* [WHAT THE TASK ASKS]:
One number is the whole answer: the tally of lines in the records below that contain "cexp".

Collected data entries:

::::

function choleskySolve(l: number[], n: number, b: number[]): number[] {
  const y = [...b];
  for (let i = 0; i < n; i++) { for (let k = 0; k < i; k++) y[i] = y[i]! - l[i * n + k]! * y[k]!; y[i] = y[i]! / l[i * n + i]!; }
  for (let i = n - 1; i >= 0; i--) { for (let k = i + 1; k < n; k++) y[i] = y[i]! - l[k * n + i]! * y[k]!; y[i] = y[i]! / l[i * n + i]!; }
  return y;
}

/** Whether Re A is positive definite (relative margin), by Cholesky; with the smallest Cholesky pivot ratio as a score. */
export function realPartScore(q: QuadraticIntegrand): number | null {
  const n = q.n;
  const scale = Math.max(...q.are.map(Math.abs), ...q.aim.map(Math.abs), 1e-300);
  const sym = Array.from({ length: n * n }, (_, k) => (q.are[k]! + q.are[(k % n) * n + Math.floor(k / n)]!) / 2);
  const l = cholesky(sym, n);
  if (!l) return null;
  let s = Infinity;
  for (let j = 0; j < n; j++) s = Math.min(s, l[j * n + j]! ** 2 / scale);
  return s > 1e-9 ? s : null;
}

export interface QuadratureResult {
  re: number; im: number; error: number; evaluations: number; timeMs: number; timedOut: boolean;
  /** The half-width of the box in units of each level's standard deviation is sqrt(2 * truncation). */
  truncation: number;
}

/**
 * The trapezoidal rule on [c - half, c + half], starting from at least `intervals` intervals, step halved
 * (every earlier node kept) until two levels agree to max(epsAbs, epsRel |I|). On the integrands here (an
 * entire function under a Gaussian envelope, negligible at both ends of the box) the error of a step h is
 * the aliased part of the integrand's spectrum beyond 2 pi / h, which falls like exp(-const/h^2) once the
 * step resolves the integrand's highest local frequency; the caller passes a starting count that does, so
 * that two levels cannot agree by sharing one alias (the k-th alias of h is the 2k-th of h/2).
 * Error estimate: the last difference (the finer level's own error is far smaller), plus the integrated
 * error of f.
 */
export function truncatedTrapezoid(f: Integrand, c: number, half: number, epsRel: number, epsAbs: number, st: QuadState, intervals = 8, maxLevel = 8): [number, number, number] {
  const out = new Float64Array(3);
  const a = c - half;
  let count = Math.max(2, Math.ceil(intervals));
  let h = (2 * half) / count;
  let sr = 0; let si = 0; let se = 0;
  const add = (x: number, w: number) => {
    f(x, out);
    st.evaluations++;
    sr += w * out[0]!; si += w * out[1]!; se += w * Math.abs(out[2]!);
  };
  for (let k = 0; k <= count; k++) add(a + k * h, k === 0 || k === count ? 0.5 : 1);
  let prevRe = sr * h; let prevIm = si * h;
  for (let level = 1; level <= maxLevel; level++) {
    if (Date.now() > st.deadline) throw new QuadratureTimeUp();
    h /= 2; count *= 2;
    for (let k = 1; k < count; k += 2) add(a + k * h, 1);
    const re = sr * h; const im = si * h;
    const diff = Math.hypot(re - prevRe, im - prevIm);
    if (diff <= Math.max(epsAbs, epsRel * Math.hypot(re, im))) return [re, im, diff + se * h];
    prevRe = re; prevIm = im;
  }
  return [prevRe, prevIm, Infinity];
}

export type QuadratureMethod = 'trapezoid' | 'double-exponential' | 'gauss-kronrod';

::::

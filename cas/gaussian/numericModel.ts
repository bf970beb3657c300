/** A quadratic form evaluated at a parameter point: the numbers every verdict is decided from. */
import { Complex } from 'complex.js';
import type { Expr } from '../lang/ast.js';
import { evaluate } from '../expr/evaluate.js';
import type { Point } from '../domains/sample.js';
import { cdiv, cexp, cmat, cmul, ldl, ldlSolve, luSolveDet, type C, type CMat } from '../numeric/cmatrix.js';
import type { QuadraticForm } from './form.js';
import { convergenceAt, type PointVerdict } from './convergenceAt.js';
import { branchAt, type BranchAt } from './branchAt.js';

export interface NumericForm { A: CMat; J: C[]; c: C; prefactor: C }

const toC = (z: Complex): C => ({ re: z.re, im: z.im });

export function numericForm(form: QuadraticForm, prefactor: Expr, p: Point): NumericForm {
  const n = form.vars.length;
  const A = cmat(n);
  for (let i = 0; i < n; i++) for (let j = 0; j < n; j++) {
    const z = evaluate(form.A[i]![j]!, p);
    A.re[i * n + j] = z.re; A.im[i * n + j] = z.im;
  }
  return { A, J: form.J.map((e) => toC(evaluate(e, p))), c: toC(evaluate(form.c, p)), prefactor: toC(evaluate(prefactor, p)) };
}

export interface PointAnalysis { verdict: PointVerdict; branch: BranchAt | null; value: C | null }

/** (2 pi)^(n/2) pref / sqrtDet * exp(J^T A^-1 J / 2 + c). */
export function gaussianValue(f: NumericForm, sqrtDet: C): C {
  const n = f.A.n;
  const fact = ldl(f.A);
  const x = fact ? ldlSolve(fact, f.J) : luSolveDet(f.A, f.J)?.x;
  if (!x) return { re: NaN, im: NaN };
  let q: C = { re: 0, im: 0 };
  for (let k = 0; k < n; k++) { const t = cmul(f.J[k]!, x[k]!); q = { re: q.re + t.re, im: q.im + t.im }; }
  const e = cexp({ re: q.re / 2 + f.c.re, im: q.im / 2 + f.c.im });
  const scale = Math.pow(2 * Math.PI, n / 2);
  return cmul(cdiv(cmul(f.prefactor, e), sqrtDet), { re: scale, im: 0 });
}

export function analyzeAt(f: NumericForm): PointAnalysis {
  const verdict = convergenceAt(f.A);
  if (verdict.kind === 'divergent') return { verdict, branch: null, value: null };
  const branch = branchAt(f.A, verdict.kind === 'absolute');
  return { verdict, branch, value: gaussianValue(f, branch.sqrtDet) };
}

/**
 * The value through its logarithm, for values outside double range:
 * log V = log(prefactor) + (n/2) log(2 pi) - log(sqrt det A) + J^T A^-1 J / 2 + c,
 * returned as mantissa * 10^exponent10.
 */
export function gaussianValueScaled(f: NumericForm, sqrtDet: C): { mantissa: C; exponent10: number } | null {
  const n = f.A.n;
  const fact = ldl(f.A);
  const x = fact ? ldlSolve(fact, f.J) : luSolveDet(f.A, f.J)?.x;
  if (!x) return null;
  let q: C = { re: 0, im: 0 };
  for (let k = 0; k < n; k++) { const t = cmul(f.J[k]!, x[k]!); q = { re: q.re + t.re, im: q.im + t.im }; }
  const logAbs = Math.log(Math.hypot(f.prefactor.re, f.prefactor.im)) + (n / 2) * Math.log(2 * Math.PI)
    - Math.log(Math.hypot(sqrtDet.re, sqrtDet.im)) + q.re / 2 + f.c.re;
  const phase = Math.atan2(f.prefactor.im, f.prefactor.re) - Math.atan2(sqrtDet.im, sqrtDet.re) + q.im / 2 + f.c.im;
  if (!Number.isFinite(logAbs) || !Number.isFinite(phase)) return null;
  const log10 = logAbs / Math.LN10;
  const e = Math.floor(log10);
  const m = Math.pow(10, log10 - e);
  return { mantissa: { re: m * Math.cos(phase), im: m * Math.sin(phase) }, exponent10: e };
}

::::

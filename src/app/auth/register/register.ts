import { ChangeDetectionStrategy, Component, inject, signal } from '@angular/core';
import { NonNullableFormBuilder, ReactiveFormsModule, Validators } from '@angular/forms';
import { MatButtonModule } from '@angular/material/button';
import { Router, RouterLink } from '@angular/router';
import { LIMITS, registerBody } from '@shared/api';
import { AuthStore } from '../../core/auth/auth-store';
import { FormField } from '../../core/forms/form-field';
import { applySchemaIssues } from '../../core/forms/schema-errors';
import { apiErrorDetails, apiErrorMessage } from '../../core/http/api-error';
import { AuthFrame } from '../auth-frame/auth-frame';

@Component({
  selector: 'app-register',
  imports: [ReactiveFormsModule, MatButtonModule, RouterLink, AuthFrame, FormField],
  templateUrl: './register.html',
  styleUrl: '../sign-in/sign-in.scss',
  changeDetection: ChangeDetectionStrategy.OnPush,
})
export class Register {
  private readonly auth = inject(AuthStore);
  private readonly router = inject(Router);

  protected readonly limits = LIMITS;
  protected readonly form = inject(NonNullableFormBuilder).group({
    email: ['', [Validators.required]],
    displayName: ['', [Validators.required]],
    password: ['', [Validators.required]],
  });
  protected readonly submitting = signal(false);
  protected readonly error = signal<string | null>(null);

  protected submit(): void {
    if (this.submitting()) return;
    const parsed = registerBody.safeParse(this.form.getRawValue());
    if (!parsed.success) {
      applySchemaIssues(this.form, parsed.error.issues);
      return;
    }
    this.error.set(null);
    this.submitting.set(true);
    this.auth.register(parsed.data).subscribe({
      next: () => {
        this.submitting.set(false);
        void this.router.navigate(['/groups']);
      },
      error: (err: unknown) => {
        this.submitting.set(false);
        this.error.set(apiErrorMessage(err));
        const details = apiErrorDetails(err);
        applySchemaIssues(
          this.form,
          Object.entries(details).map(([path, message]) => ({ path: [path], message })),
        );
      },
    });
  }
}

::::

* [TASK RESULT]:
2